The Los Angeles Dodgers officially announced on Thursday that they have signed free agent outfielder A.J. Pollock to a four-year contract. The deal is expected to be worth around $55 million with incentives and escalators built in.
Dodgers president of baseball operations Andrew Friedman is known to hand out some creative contracts, and this is another one as options can have the deal end up being three, four or five years. The average annual value of the contract is believed to be $12 million, which matters for luxury tax purposes.
Pollock is a player the Dodgers are very familiar with considering he spent his entire seven-year Major League career in the National League West with the rival Arizona Diamondbacks.

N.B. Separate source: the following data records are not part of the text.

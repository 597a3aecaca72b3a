"""The row-by-row CSV path: rows parsed, checked and written in chunks.

Each chunk is first checked column by column (the common, clean case); a chunk with a
problem is checked again row by row, naming every problem's line and column. Memory stays
bounded: 12 bytes a row are kept for the duplicate check at the end.
"""

from __future__ import annotations

import csv
import datetime as dt
import itertools
import re
from collections.abc import Iterator
from dataclasses import dataclass
from typing import IO, Protocol

import numpy as np
from sqlalchemy.orm import Session

from service.catalogue import products
from service.catalogue.csv_cells import (
    BAD_FLAG,
    FALSE_WORDS,
    TRUE_WORDS,
    covariate_json_column,
    finite_column,
    finite_number,
    in_stock_value,
    optional_column,
)
from service.catalogue.csv_layout import MAX_REPORTED_ERRORS, CsvErrors, Layout, bad_utf8_line
from service.catalogue.observations import ObservationTuple, observation_writer
from service.catalogue.upsert_outcome import UpsertOutcome
from service.core.bounds import PERIOD_RANGE_TEXT, period_in_range
from service.core.schemas import SKU_PATTERN


class CsvReader(Protocol):
    """What ``csv.reader`` gives: rows, and the line the last row ended on."""

    @property
    def line_num(self) -> int: ...

    def __iter__(self) -> Iterator[list[str]]: ...

    def __next__(self) -> list[str]: ...


_SKU_RE = re.compile(SKU_PATTERN)


def stream_rows(
    session: Session,
    reader: CsvReader,
    layout: Layout,
    errors: CsvErrors,
    create_products: bool,
    chunk_rows: int,
    raw: IO[bytes],
) -> UpsertOutcome:
    writer = observation_writer(session)
    sku_ids: dict[str, int] = {}
    sku_codes: dict[str, int] = {}
    unknown_reported: set[str] = set()
    created: list[str] = []
    keys = _GrowingInt64()
    lines = _GrowingInt64()
    n_rows = 0
    try:
        for rows, row_lines in _chunks(reader, chunk_rows):
            if not rows:
                continue
            chunk = _fast_chunk(rows, row_lines, layout) or _checked_chunk(
                rows, row_lines, layout, errors
            )
            n_rows += len(chunk.skus)
            for sku in dict.fromkeys(chunk.skus):
                sku_codes.setdefault(sku, len(sku_codes))
            codes = np.array(list(map(sku_codes.__getitem__, chunk.skus)), dtype=np.int64)
            chunk_keys = (codes << 32) | chunk.ordinals
            keys.extend(chunk_keys)
            lines.extend(chunk.lines)
            _resolve_skus(
                session, chunk, sku_ids, create_products, created, unknown_reported, errors
            )
            # A key repeated inside one statement makes PostgreSQL refuse it; the final
            # duplicate check reports it, so just stop writing.
            repeated = np.unique(chunk_keys).size != chunk_keys.size
            if not errors.items and not repeated:
                writer.write(chunk.tuples(sku_ids))
            if errors.full:
                break
    except UnicodeDecodeError as exc:
        errors.add(bad_utf8_line(raw, reader.line_num + 1), None, f"not valid UTF-8: {exc.reason}")
    except csv.Error as exc:
        errors.add(reader.line_num, None, f"malformed CSV: {exc}")
    if n_rows == 0 and not errors.items:
        errors.add(2, None, "the file has a header but no data rows")
    _report_duplicates(keys.values(), lines.values(), errors)
    errors.raise_if_any()
    inserted, updated = writer.finish()
    return UpsertOutcome(rows=n_rows, inserted=inserted, updated=updated, products_created=created)


def _chunks(reader: CsvReader, size: int) -> Iterator[tuple[list[list[str]], list[int]]]:
    """Non-blank rows in groups of ``size``, with the line number each one ended on.

    Rows are pulled in C (islice); line numbers are counted per row only when a chunk
    has blank lines or quoted line breaks, the rare case where they are not consecutive.
    """
    last_line = reader.line_num
    while True:
        rows = list(itertools.islice(reader, size))
        if not rows:
            return
        first = last_line + 1
        last_line = reader.line_num
        # Blank rows are [] and whitespace-only ones have one cell; real rows have 4 or more.
        if last_line - first + 1 == len(rows) and min(map(len, rows)) > 1:
            yield rows, list(range(first, last_line + 1))
            continue
        yield _number_rows(rows, first)


def _number_rows(rows: list[list[str]], first: int) -> tuple[list[list[str]], list[int]]:
    """Recount lines for a chunk with blank rows or multi-line cells."""
    kept: list[list[str]] = []
    lines: list[int] = []
    line = first - 1
    for cells in rows:
        line += 1 + sum(cell.count("\n") for cell in cells)
        if cells and (len(cells) > 1 or cells[0].strip()):
            kept.append(cells)
            lines.append(line)
    return kept, lines


def _resolve_skus(
    session: Session,
    chunk: _Chunk,
    sku_ids: dict[str, int],
    create_products: bool,
    created: list[str],
    unknown_reported: set[str],
    errors: CsvErrors,
) -> None:
    missing = set(chunk.skus) - sku_ids.keys()
    if missing:
        sku_ids.update(products.ids_by_sku(session, skus=missing))
        missing -= sku_ids.keys()
    if not missing:
        return
    if create_products:
        sku_ids.update(products.create_bare(session, skus=sorted(missing)))
        created.extend(sorted(missing))
        return
    for line_no, sku in zip(chunk.lines.tolist(), chunk.skus, strict=True):
        if sku in missing and sku not in unknown_reported:
            unknown_reported.add(sku)
            hint = "send create_products=true to create it"
            errors.add(line_no, "sku", f"unknown sku {sku!r} ({hint})")


@dataclass
class _Chunk:
    """Checked rows of one chunk, column by column."""

    skus: list[str]
    periods: list[str]
    ordinals: np.ndarray
    price: list[float]
    units: list[float]
    unit_cost: list[float | None]
    in_stock: list[bool | None]
    covariates: list[str | None]
    lines: np.ndarray

    def tuples(self, sku_ids: dict[str, int]) -> list[ObservationTuple]:
        ids = [sku_ids[s] for s in self.skus]
        return list(
            zip(
                ids,
                self.periods,
                self.price,
                self.units,
                self.unit_cost,
                self.in_stock,
                self.covariates,
                strict=True,
            )
        )


def _checked_chunk(
    rows: list[list[str]], row_lines: list[int], layout: Layout, errors: CsvErrors
) -> _Chunk:
    """Row by row, naming every problem's line and column; keeps the valid rows."""
    parsed = []
    kept_lines = []
    for cells, line_no in zip(rows, row_lines, strict=True):
        row = _parse_row(cells, line_no, layout, errors)
        if row is not None:
            parsed.append(row)
            kept_lines.append(line_no)
    columns = list(zip(*parsed, strict=True)) if parsed else [()] * 7
    periods = list(columns[1])
    return _Chunk(
        skus=list(columns[0]),
        periods=periods,
        ordinals=np.array([dt.date.fromisoformat(p).toordinal() for p in periods], np.int64),
        price=list(columns[2]),
        units=list(columns[3]),
        unit_cost=list(columns[4]),
        in_stock=list(columns[5]),
        covariates=list(columns[6]),
        lines=np.array(kept_lines, dtype=np.int64),
    )


def _fast_chunk(rows: list[list[str]], row_lines: list[int], layout: Layout) -> _Chunk | None:
    """Column-wise checks for the common, clean case; None sends the chunk to the
    row-by-row path, which finds and names whatever is wrong."""
    n = len(rows)
    if set(map(len, rows)) != {layout.width}:
        return None
    columns = list(zip(*rows, strict=True))
    skus = columns[layout.sku]
    if not all(_SKU_RE.match(s) and s == s.strip() for s in set(skus)):
        return None
    periods = columns[layout.period]
    ordinal_of = {}
    for p in set(periods):
        try:
            day = dt.date.fromisoformat(p)
        except ValueError:
            return None
        if day.isoformat() != p or not period_in_range(day):
            return None
        ordinal_of[p] = day.toordinal()
    price = finite_column(columns[layout.price], minimum=0.0, strict=True)
    units = finite_column(columns[layout.units], minimum=0.0, strict=False)
    if price is None or units is None:
        return None
    unit_cost: list[float | None] = [None] * n
    if layout.unit_cost is not None:
        cost = optional_column(columns[layout.unit_cost], minimum=0.0)
        if cost is None:
            return None
        unit_cost = cost
    in_stock: list[bool | None] = [None] * n
    if layout.in_stock is not None:
        words = {w: in_stock_value(w) for w in set(columns[layout.in_stock])}
        if any(v is BAD_FLAG for v in words.values()):
            return None
        in_stock = [words[w] for w in columns[layout.in_stock]]  # type: ignore[misc]
    covariates = covariate_json_column(columns, layout, n)
    if covariates is None:
        return None
    return _Chunk(
        skus=list(skus),
        periods=list(periods),
        ordinals=np.array(list(map(ordinal_of.__getitem__, periods)), dtype=np.int64),
        price=price.tolist(),
        units=units.tolist(),
        unit_cost=unit_cost,
        in_stock=in_stock,
        covariates=covariates,
        lines=np.array(row_lines, dtype=np.int64),
    )


def _parse_row(
    cells: list[str], line: int, layout: Layout, errors: CsvErrors
) -> tuple[str, str, float, float, float | None, bool | None, str | None] | None:
    if len(cells) != layout.width:
        errors.add(line, None, f"expected {layout.width} fields, found {len(cells)}")
        return None
    ok = True
    sku = cells[layout.sku].strip()
    if not _SKU_RE.match(sku):
        errors.add(line, "sku", "a sku is 1-64 letters, digits, '.', '_' or '-'")
        ok = False
    period = cells[layout.period].strip()
    try:
        day = dt.date.fromisoformat(period)
    except ValueError:
        errors.add(line, "period", f"{period!r} is not an ISO date (YYYY-MM-DD)")
        ok = False
    else:
        period = day.isoformat()
        if not period_in_range(day):
            errors.add(line, "period", f"a period lies from {PERIOD_RANGE_TEXT}")
            ok = False
    price = finite_number(cells[layout.price])
    if price is None or price <= 0:
        errors.add(line, "price", "price must be a finite number above zero")
        ok = False
    units = finite_number(cells[layout.units])
    if units is None or units < 0:
        errors.add(line, "units", "units must be a finite number, zero or more")
        ok = False
    unit_cost: float | None = None
    if layout.unit_cost is not None and cells[layout.unit_cost].strip():
        unit_cost = finite_number(cells[layout.unit_cost])
        if unit_cost is None or unit_cost < 0:
            errors.add(line, "unit_cost", "unit_cost must be a finite number, zero or more")
            ok = False
    in_stock: bool | None = None
    if layout.in_stock is not None and cells[layout.in_stock].strip():
        word = cells[layout.in_stock].strip().lower()
        if word in TRUE_WORDS:
            in_stock = True
        elif word in FALSE_WORDS:
            in_stock = False
        else:
            errors.add(line, "in_stock", "in_stock must be true/false, yes/no or 1/0")
            ok = False
    parts = []
    for index, name in layout.covariates:
        cell = cells[index]
        if not cell.strip():
            continue  # an empty cell means no value for that period
        value = finite_number(cell)
        if value is None:
            errors.add(
                line,
                name,
                f"covariate {name!r} must be a finite number written as -12.5 or 2.5e3, "
                f"got {cell!r}",
            )
            ok = False
        else:
            parts.append(f'"{name}":{value!r}')
    if not ok:
        return None
    assert price is not None and units is not None
    covariates = "{" + ",".join(sorted(parts)) + "}" if parts else None
    return sku, period, price, units, unit_cost, in_stock, covariates


class _GrowingInt64:
    """An append-only int64 buffer: 8 bytes a value instead of a Python int's ~36."""

    def __init__(self) -> None:
        self._chunks: list[np.ndarray] = []
        self._current: list[int] = []

    def append(self, value: int) -> None:
        self._current.append(value)
        if len(self._current) >= 65_536:
            self._chunks.append(np.array(self._current, dtype=np.int64))
            self._current = []

    def extend(self, values: np.ndarray) -> None:
        if self._current:
            self._chunks.append(np.array(self._current, dtype=np.int64))
            self._current = []
        self._chunks.append(np.asarray(values, dtype=np.int64))

    def values(self) -> np.ndarray:
        tail = np.array(self._current, dtype=np.int64)
        return np.concatenate([*self._chunks, tail]) if self._chunks else tail


def _report_duplicates(keys: np.ndarray, lines: np.ndarray, errors: CsvErrors) -> None:
    if keys.size < 2:
        return
    order = np.argsort(keys, kind="stable")
    sorted_keys = keys[order]
    repeats = np.flatnonzero(sorted_keys[1:] == sorted_keys[:-1])
    for position in repeats[:MAX_REPORTED_ERRORS]:
        first, again = int(lines[order[position]]), int(lines[order[position + 1]])
        errors.add(again, "period", f"sku and period repeat line {first}")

He has dealt with a multitude of injuries in his career, including a broken elbow, broken thumb and strained groin. The Dodgers obviously feel that he is not injury-prone though if they were willing to commit to him for four years.
When healthy, Pollock has been a quality player. In 113 games in 2018, he hit .257/.316/.484 with 21 home runs, 65 RBI and 13 stolen bases in 15 attempts.
He has a career .805 on-base plus slugging percentage, and the last time he had a fully healthy season in 2015, he slashed .315/.367/.498 with 20 home runs, 76 RBI and 39 stolen bases in 157 games.
Pollock also won a Gold Glove playing center field in 2015, and is known to be one of the best defensive outfielders in the game. Whether he stays at that position or slides over to one of the corners in favor of Cody Bellinger remains to be seen, although Bellinger’s versatility would allow him to play one of the corners.
Considering Pollock was given a qualifying offer by the Diamondbacks, the Dodgers forfeit a 2019 draft pick and $500,000 in international signing money by signing him. The Dodgers received a draft pick when Yasmani Grandal signed with the Milwaukee Brewers, so this essentially cancels that out.